Then one last effort and I scrolled way down the search results and discovered an album had a backing vocalist with the same name in Austin Texas. It’s a long way from DC. An e-mail was sent with, “it is hardly likely but could your Jason Molin have…” and within a couple of hours J was in my in-tray, just married, studying in Austin, making loads of music and doing very badly at getting his web page any recognition in the world’s search engines!
So he sent me the album which is about to be released. The ten years of myth had built some expectation…maybe too much expectation. What would ten years do to a man’s writing? Would he deliver when studio gadgets and tricks became available? How would he produce those raw emotional and often humorous songs that dealt dilemmas to the heart, soul and mind? Would I think I had been better off searching than finding? Well I should have trusted my initial hunches. When Song sang in my living room there was a quality to what he was doing both in content and in style that could not have been eroded.
“J” is a quality piece of work that has me wondering how many other songwriters are there out there who do this so far out in the margins yet are this good? Jason Molin has the attention to detail of a Bruce Cockburn and the Greenwich village spirit of a young Bob Dylan. Tom Waits’ quirk lurks in the songwriting style and he has a voice with a mature grittiness when needed and goes pure and true on the one or two occasions when necessary; it is flexible, individual and very, very good.

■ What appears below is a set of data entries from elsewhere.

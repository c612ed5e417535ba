import { unitOf } from "../../core/unitText.ts";
import { formatDigits, withUnit } from "../../figures/formatNumber.ts";
import type { CaseView } from "../session/caseView.ts";
import { CommonNumber } from "./CommonNumber.tsx";
import { startUpOffer } from "./startUpOffer.ts";

/** Time left out at the start of every record, with what the checks propose one click away. */
export function StartUpField({
  cases,
  onChange,
}: {
  cases: readonly CaseView[];
  onChange: (startup: number) => void;
}) {
  const unit = unitOf("T", cases[0].units);
  const offers = cases.flatMap((view) => startUpOffer(view) ?? []);
  // the case that takes longest decides for all that are changed alike
  const time = Math.max(...offers.map((offer) => offer.time), 0);
  return (
    <>
      <CommonNumber
        label="left out at the start"
        unit={unit}
        least={0}
        of={({ startup }) => startup}
        sheets={cases.map((view) => view.of.sheet)}
        onChange={(startup) => onChange(startup ?? 0)}
      />
      {time > 0 && (
        <button type="button" className="action" onClick={() => onChange(time)}>
          Leave out {withUnit(formatDigits(time, 3), unit)}
        </button>
      )}
    </>
  );
}
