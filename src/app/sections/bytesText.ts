import { formatNumber, thinSpace } from "../../figures/formatNumber.ts";

/** "2.5 of 5.4 GB", both in the unit of the whole; the whole alone where all of it is meant. */
export function bytesText(part: number, whole: number): string {
  const [factor, unit] = whole >= 1e9 ? [1e9, "GB"] : whole >= 1e6 ? [1e6, "MB"] : [1e3, "kB"];
  const text = (bytes: number) => formatNumber(bytes / factor, whole / factor >= 100 ? 0 : 1);
  return part === whole
    ? `${text(whole)}${thinSpace}${unit}`
    : `${text(part)} of ${text(whole)}${thinSpace}${unit}`;
}
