import { labelOf } from "../../core/catalogue.ts";
import { SymbolText } from "./SymbolText.tsx";

/** Quantities that reasons and flags name in plain letters, the longer names first. */
const keys = [
  "C_epsilon",
  "Re_lambda",
  "S_dudx",
  "T_int",
  "Re_L",
  "epsilon",
  "lambda",
  "L11",
  "eta",
  "x0",
] as const;
const named = new RegExp(`(?<![\\w/])(${keys.join("|")})(?!\\w)`, "g");

/** Plain text of the core, with the quantities that it names set as their symbols. */
export function RichText({ text }: { text: string }) {
  const parts = text.split(named);
  if (parts.length === 1) return text;
  return parts.map((part, i) =>
    // every second part is a name: what the pattern caught
    // biome-ignore lint/suspicious/noArrayIndexKey: parts have no identity but their place
    i % 2 === 1 ? <SymbolText runs={labelOf(part).symbol} key={i} /> : part,
  );
}
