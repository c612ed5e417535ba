import { useCallback } from "react";
import { developmentSentences } from "../../export/sentences/developmentSentences.ts";
import { arguedOf } from "../../figures/arguedOf.ts";
import { developmentFigure } from "../../figures/developmentFigure.ts";
import type { FigureOptions } from "../../figures/figureSpec.ts";
import type { WorkspaceChange } from "../../sheet/workspace.ts";
import { figureName } from "../page/figureNumbers.ts";
import type { CaseView } from "../session/caseView.ts";
import { DevelopmentTable } from "./DevelopmentTable.tsx";
import { DrawnFold } from "./DrawnFold.tsx";
import { FigureBlock } from "./FigureBlock.tsx";
import { NumberField } from "./NumberField.tsx";
import { SaidSentences } from "./SaidSentences.tsx";

/** From where on the flow has developed, each criterion by itself, at a tolerance that can be set. */
export function DevelopmentFold({
  cases,
  onChange,
}: {
  cases: readonly CaseView[];
  onChange: (change: WorkspaceChange) => void;
}) {
  const argued = cases.filter((view) => arguedOf(view) !== null);
  if (argued.length === 0) return null;
  const { tolerance } = cases[0].of.sheet.development;
  const percent = Number((100 * tolerance).toPrecision(12));
  return (
    <DrawnFold name="Development length" fact={`each criterion by itself, within ${percent}\u202f%`}>
      {() => (
        <>
          <SaidSentences sentences={developmentSentences(argued)} />
          <div className="fields development-fields">
            <NumberField
              label="within"
              unit="%"
              above={0}
              value={percent}
              onChange={(typed) =>
                onChange({
                  kind: "edit-every-sheet",
                  edit: { development: { tolerance: Number(((typed ?? 10) / 100).toPrecision(12)) } },
                })
              }
            />
          </div>
          <Drawn cases={argued} />
          <DevelopmentTable cases={argued} />
        </>
      )}
    </DrawnFold>
  );
}

function Drawn({ cases }: { cases: readonly CaseView[] }) {
  // the list is made anew with every rendering, its cases are not
  // biome-ignore lint/correctness/useExhaustiveDependencies: the cases themselves are what the drawing follows from
  const build = useCallback((options: FigureOptions) => developmentFigure(cases, options), [...cases]);
  return (
    <FigureBlock
      name={figureName("body", true)}
      title="From where on each criterion of a developed flow holds"
      widthMm={178}
      build={build}
      caption={caption}
    />
  );
}

const caption = (
  <>
    From where on each criterion holds for good. Open: no interval contradicts it. Filled: every interval lies
    inside. Thin lines above and below: 95 % of those places, by drawing the stations anew; to the edge: or
    never.
  </>
);
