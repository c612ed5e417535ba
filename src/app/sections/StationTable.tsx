import { labelOf } from "../../core/catalogue.ts";
import { lawDistance } from "../../core/decay/lawDistance.ts";
import type { Flag } from "../../core/flag.ts";
import { bare } from "../../core/quantity.ts";
import { withReference } from "../../core/symbolRuns.ts";
import { unitOf } from "../../core/unitText.ts";
import { type StationColumn, stationColumn, tableKeys } from "../../export/stationColumns.ts";
import { concernOf } from "../../figures/flagConcern.ts";
import { formatNumber } from "../../figures/formatNumber.ts";
import { positionDecimals } from "../../figures/positionDecimals.ts";
import type { CaseView } from "../session/caseView.ts";
import { cellKeys } from "./cellKeys.ts";
import { Definition } from "./Definition.tsx";
import { NumberButton } from "./NumberButton.tsx";
import { Pennant } from "./Pennant.tsx";
import { RichText } from "./RichText.tsx";
import { SymbolText } from "./SymbolText.tsx";
import { TableScroll } from "./TableScroll.tsx";
import { UnitText } from "./UnitText.tsx";

/** Every station of one case with its intervals; a row points at its tick on the ruler. */
export function StationTable({ view, onHover }: { view: CaseView; onHover: (x: number | null) => void }) {
  const { units, along } = view.of.sheet;
  const columns = tableKeys.map((key) => stationColumn(view.stations, key, units));
  const shown = columns.filter((column) => column.why === null);
  const decimals = positionDecimals(view.stations.map((station) => station.x));
  const distances = distancesOf(view);
  const place = along === "t" ? "t" : "x";
  const runsAlong = along === "t" ? "t" : view.decay?.law?.flight ? "s" : "x";
  const distanceKey = `(${runsAlong}-${runsAlong}0)/ell`;
  return (
    <>
      <TableScroll label="Stations">
        <table className="data stations-table" {...cellKeys}>
          <thead>
            <tr>
              <th scope="col">
                <Definition of={place}>
                  <SymbolText runs={labelOf(place).symbol} />
                  {units === "SI" && ` (${unitOf(along === "t" ? "T" : "L", units)})`}
                </Definition>
              </th>
              {distances && (
                <th scope="col">
                  <Definition of={distanceKey}>
                    <SymbolText runs={withReference(labelOf(distanceKey).symbol, view.symbol)} />
                  </Definition>
                </th>
              )}
              {shown.map((column) => (
                <ColumnHead column={column} key={column.key} />
              ))}
            </tr>
          </thead>
          <tbody>
            {view.stations.map((station, row) => (
              <tr
                key={station.x}
                data-station={`${view.id} ${station.x}`}
                tabIndex={-1}
                className={isUsed(view, station.x) ? undefined : "outside"}
                onPointerEnter={() => onHover(station.x)}
                onPointerLeave={() => onHover(null)}
              >
                <td>
                  <NumberButton
                    of={place}
                    quantity={bare(station.x, "a position is told, not estimated")}
                    at={{ kind: "station", view, station }}
                    cell
                  >
                    {formatNumber(station.x, decimals)}
                  </NumberButton>
                  <CellFlags flags={station.flags.filter((flag) => concernOf(flag) === null)} />
                </td>
                {distances && view.decay && (
                  <td>
                    <NumberButton
                      of={distanceKey}
                      quantity={bare(distances[row], "it carries the interval of the origin")}
                      at={{ kind: "decay", view, decay: view.decay }}
                      cell
                    >
                      {formatNumber(distances[row], 1)}
                    </NumberButton>
                  </td>
                )}
                {shown.map((column) => (
                  <Cells column={column} row={row} flags={station.flags} key={column.key} />
                ))}
              </tr>
            ))}
          </tbody>
        </table>
      </TableScroll>
      <Gaps columns={columns} />
    </>
  );
}

function ColumnHead({ column }: { column: StationColumn }) {
  return (
    <th scope="colgroup" colSpan={2}>
      <Definition of={column.key}>
        <SymbolText runs={labelOf(column.key).symbol} />
        {column.unit !== "" && (
          <>
            {" "}
            (<UnitText unit={column.unit} />)
          </>
        )}
      </Definition>
    </th>
  );
}

function Cells({ column, row, flags }: { column: StationColumn; row: number; flags: readonly Flag[] }) {
  const { value, error, title, quantity } = column.cells[row];
  const own = flags.filter((flag) => concernOf(flag)?.includes(column.key) ?? false);
  return (
    <>
      <td title={title}>
        <NumberButton of={column.key} quantity={quantity} cell>
          {value}
        </NumberButton>
      </td>
      <td className="pm">
        {error}
        <CellFlags flags={quantity.value === null ? [] : own} />
      </td>
    </>
  );
}

/** A pennant beside a number in doubt; its text for the pointer and for screen readers. */
function CellFlags({ flags }: { flags: readonly Flag[] }) {
  if (flags.length === 0) return null;
  const text = flags.map((flag) => flag.text).join(" ");
  return (
    <span className="cell-flag" title={text}>
      <Pennant />
      <span className="spoken">{text}</span>
    </span>
  );
}

/** Columns left out because every cell has the same gap: their names and the reason. */
function Gaps({ columns }: { columns: readonly StationColumn[] }) {
  const gaps = new Map<string, StationColumn[]>();
  for (const column of columns)
    if (column.why !== null) gaps.set(column.why, [...(gaps.get(column.why) ?? []), column]);
  return [...gaps].map(([why, missing]) => (
    <p className="reason" key={why}>
      No{" "}
      {missing.map((column, i) => (
        <span key={column.key}>
          {i > 0 && (i === missing.length - 1 ? " or " : ", ")}
          <SymbolText runs={labelOf(column.key).symbol} />
        </span>
      ))}
      : <RichText text={why} />.
    </p>
  ));
}

function isUsed({ decay }: CaseView, x: number): boolean {
  return decay?.points.some((point) => point.x === x && point.used) ?? true;
}

function distancesOf({ stations, decay, length }: CaseView): number[] | null {
  const law = decay?.law;
  if (!law || length === null) return null;
  return stations.map((station) => lawDistance(law, station.x) / length);
}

In the third millennium songwriters are never allowed to do it straight being driven to clever sounds and beats and trendy postmodern gimmicks. Molin takes to these arranging obligations very subtly indeed. He never compromises the organic nature of his muse but throws piles of shades and fades and dies to keep it more than colorful. Imagine if Damien Rice used brass not strings. “For Your Lover” is a gentle breezy calypso meets folk; the holiday observational piece’s “Room 304″ and “Road to Monterrey” both take you on sunny locations; “Aphrodisiac” is a moody seductive groove which is just as well as love is the aphrodisiac; “Jesus Rode a Bike” has a twenty first century Subterranean Homesick Blues feel, the most blustery thing here and playfully filled with the spiritual conundrums that waste too much precious time; “Mystical Experience” has the atmosphere expected of it’s title; “Sunday Morning” is more stripped back and can I add that it is the most perfect description of a Sunday morning journey from Trinity College to Adelaide Presbyterian Church – precision of the moment and cinematic flair have never went so well together.
“J” may be a debut album but don’t be fooled, it is the work of a mature and accomplished writer and performer. This is intelligent songwriting from a man with a plethora of strings to his bow. If the rest of the world doesn’t find it I give myself utter respect that I searched for long enough.